import { DeleteObjectsCommand, GetObjectCommand, HeadBucketCommand, HeadObjectCommand, NoSuchKey, NotFound, PutObjectCommand, S3Client } from '@aws-sdk/client-s3';
import { createPresignedPost } from '@aws-sdk/s3-presigned-post';
import { env } from '../env.ts';

/** Object storage. Everything in it is private; browsers only ever send to it, with a form that we signed. */

/** The object is not there. */
export class MissingObject extends Error {}

/** The object is larger than the caller takes. */
export class ObjectTooLarge extends Error {}

function clientFor(endpoint: string): S3Client {
  return new S3Client({
    endpoint,
    region: env().STORAGE_REGION,
    credentials: { accessKeyId: env().STORAGE_ACCESS_KEY, secretAccessKey: env().STORAGE_SECRET_KEY },
    forcePathStyle: true,
    maxAttempts: 3,
    // Not every store that speaks this protocol knows the newer checksums.
    requestChecksumCalculation: 'WHEN_REQUIRED',
    responseChecksumValidation: 'WHEN_REQUIRED',
  });
}

let inside: S3Client | undefined;
let outside: S3Client | undefined;
/** Asks storage from this machine. */
const client = (): S3Client => (inside ??= clientFor(env().STORAGE_ENDPOINT));
/** Signs for browsers, which may know storage by another address. */
const publicClient = (): S3Client => (outside ??= clientFor(env().STORAGE_PUBLIC_ENDPOINT));

export interface UploadForm {
  readonly url: string;
  /** Form fields, to be sent before the file's own field, which is named `file`. */
  readonly fields: Readonly<Record<string, string>>;
}

/** How long an upload may take to begin, in seconds. */
export const uploadFormSeconds = 3600;

/**
 * A form that lets a browser store one object under exactly this key, of this type and at most this size. Nothing is sent.
 * @param thenTo where storage sends the browser afterwards, for a form without a script; without it storage answers 204
 */
export async function uploadForm(key: string, type: string, mostBytes: number, thenTo?: string): Promise<UploadForm> {
  const after = thenTo === undefined ? { success_action_status: '204' } : { success_action_redirect: thenTo };
  return createPresignedPost(publicClient(), {
    Bucket: env().STORAGE_BUCKET,
    Key: key,
    Expires: uploadFormSeconds,
    Fields: { 'Content-Type': type, ...after },
    Conditions: [['content-length-range', 1, mostBytes], ['eq', '$Content-Type', type]],
  });
}

const isMissing = (error: unknown): boolean => error instanceof NoSuchKey || error instanceof NotFound || (error instanceof Error && (error.name === 'NoSuchKey' || error.name === 'NotFound'));

/**
 * A whole object in memory.
 * @throws MissingObject, ObjectTooLarge (asked before reading), or the store's own error, which is worth another try.
 */
export async function readObject(key: string, mostBytes: number): Promise<Buffer> {
  const where = { Bucket: env().STORAGE_BUCKET, Key: key };
  try {
    const head = await client().send(new HeadObjectCommand(where));
    if ((head.ContentLength ?? 0) > mostBytes) throw new ObjectTooLarge(key);
    const { Body } = await client().send(new GetObjectCommand({ ...where, IfMatch: head.ETag }));
    return Buffer.from((await Body?.transformToByteArray()) ?? []);
  } catch (error) {
    throw isMissing(error) ? new MissingObject(key) : error;
  }
}

export interface OpenObject {
  readonly body: ReadableStream;
  readonly bytes: number;
}

/** An object as a stream, to be passed on. @throws MissingObject */
export async function openObject(key: string): Promise<OpenObject> {
  try {
    const { Body, ContentLength } = await client().send(new GetObjectCommand({ Bucket: env().STORAGE_BUCKET, Key: key }));
    if (!Body) throw new MissingObject(key);
    return { body: Body.transformToWebStream(), bytes: ContentLength ?? 0 };
  } catch (error) {
    throw isMissing(error) ? new MissingObject(key) : error;
  }
}

/** Stores an object, replacing what was under the key. */
export async function writeObject(key: string, body: Buffer, type: string): Promise<void> {
  await client().send(new PutObjectCommand({ Bucket: env().STORAGE_BUCKET, Key: key, Body: body, ContentType: type }));
}

/** Deletes objects; one that is not there counts as deleted. */
export async function removeObjects(keys: readonly string[]): Promise<void> {
  if (keys.length === 0) return;
  const answer = await client().send(new DeleteObjectsCommand({ Bucket: env().STORAGE_BUCKET, Delete: { Quiet: true, Objects: keys.map((Key) => ({ Key })) } }));
  const [failed] = answer.Errors ?? [];
  if (failed) throw new Error(`storage kept ${failed.Key}: ${failed.Message}`);
}

/** Whether storage answers and knows our key and bucket, for the health page. */
export async function storageAnswers(): Promise<boolean> {
  try {
    await client().send(new HeadBucketCommand({ Bucket: env().STORAGE_BUCKET }), { abortSignal: AbortSignal.timeout(2000) });
    return true;
  } catch {
    return false;
  }
}
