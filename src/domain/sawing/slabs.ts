import { largeEnd, type LogShape, radiusAt } from './log-shape.ts';

/** A live-edge slab, sawn parallel to the pith: its two faces are of different widths, and both grow towards the butt. */
export interface Slab {
  /** From the pith to its lower face, in. */
  readonly bottomIn: number;
  readonly thicknessIn: number;
  readonly lengthFt: number;
  /** Widths of the wider and the narrower face inside bark, in, at each end and half-way. */
  readonly wideFaceIn: AlongLog;
  readonly narrowFaceIn: AlongLog;
  /** Mean of both faces half-way along × length, as slabs are priced. */
  readonly meanFaceSqFt: number;
}

export interface AlongLog {
  readonly small: number;
  readonly middle: number;
  readonly large: number;
}

const chord = (radiusIn: number, fromPithIn: number): number => 2 * Math.sqrt(Math.max(0, radiusIn ** 2 - fromPithIn ** 2));

/**
 * A log sawn through and through into live-edge slabs of one thickness, from below up. The pith lies in the middle of one slab, never
 * between two, so that it checks in one board only. A slab counts while its narrower face is wide enough at the small end.
 * @param leastFaceIn the narrowest face worth keeping, in.
 * @param clearIn slabs keep so far from the pith on both sides (a rotten heart, a cut too wide for the mill), in; 0 for none.
 */
export function liveEdgeSlabs(log: LogShape, kerfIn: number, thicknessIn: number, leastFaceIn = 6, clearIn = 0): Slab[] {
  const radii = { small: log.smallEndIn / 2, middle: radiusAt(log, log.lengthFt / 2), large: largeEnd(log) / 2 };
  const face = (fromPithIn: number): AlongLog => ({ small: chord(radii.small, fromPithIn), middle: chord(radii.middle, fromPithIn), large: chord(radii.large, fromPithIn) });
  const pitch = thicknessIn + kerfIn;
  const reach = Math.ceil(radii.large / pitch) + 1;
  const outward = (index: number): number => clearIn + index * pitch;
  const bottoms = clearIn > 0
    ? Array.from({ length: 2 * reach }, (_, index) => (index < reach ? -outward(reach - 1 - index) - thicknessIn : outward(index - reach)))
    : Array.from({ length: 2 * reach + 1 }, (_, index) => (index - reach) * pitch - thicknessIn / 2);
  return bottoms.flatMap((bottomIn): Slab[] => {
    const [far, near] = [Math.max(Math.abs(bottomIn), Math.abs(bottomIn + thicknessIn)), Math.min(Math.abs(bottomIn), Math.abs(bottomIn + thicknessIn))];
    const [wideFaceIn, narrowFaceIn] = [face(near), face(far)];
    if (narrowFaceIn.small < leastFaceIn - 1e-9) return [];
    return [{ bottomIn, thicknessIn, lengthFt: log.lengthFt, wideFaceIn, narrowFaceIn, meanFaceSqFt: ((wideFaceIn.middle + narrowFaceIn.middle) / 2 / 12) * log.lengthFt }];
  });
}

**Problem statement:**
A single number is expected: how many lines in the entries contain "worth".

**Your response:**
2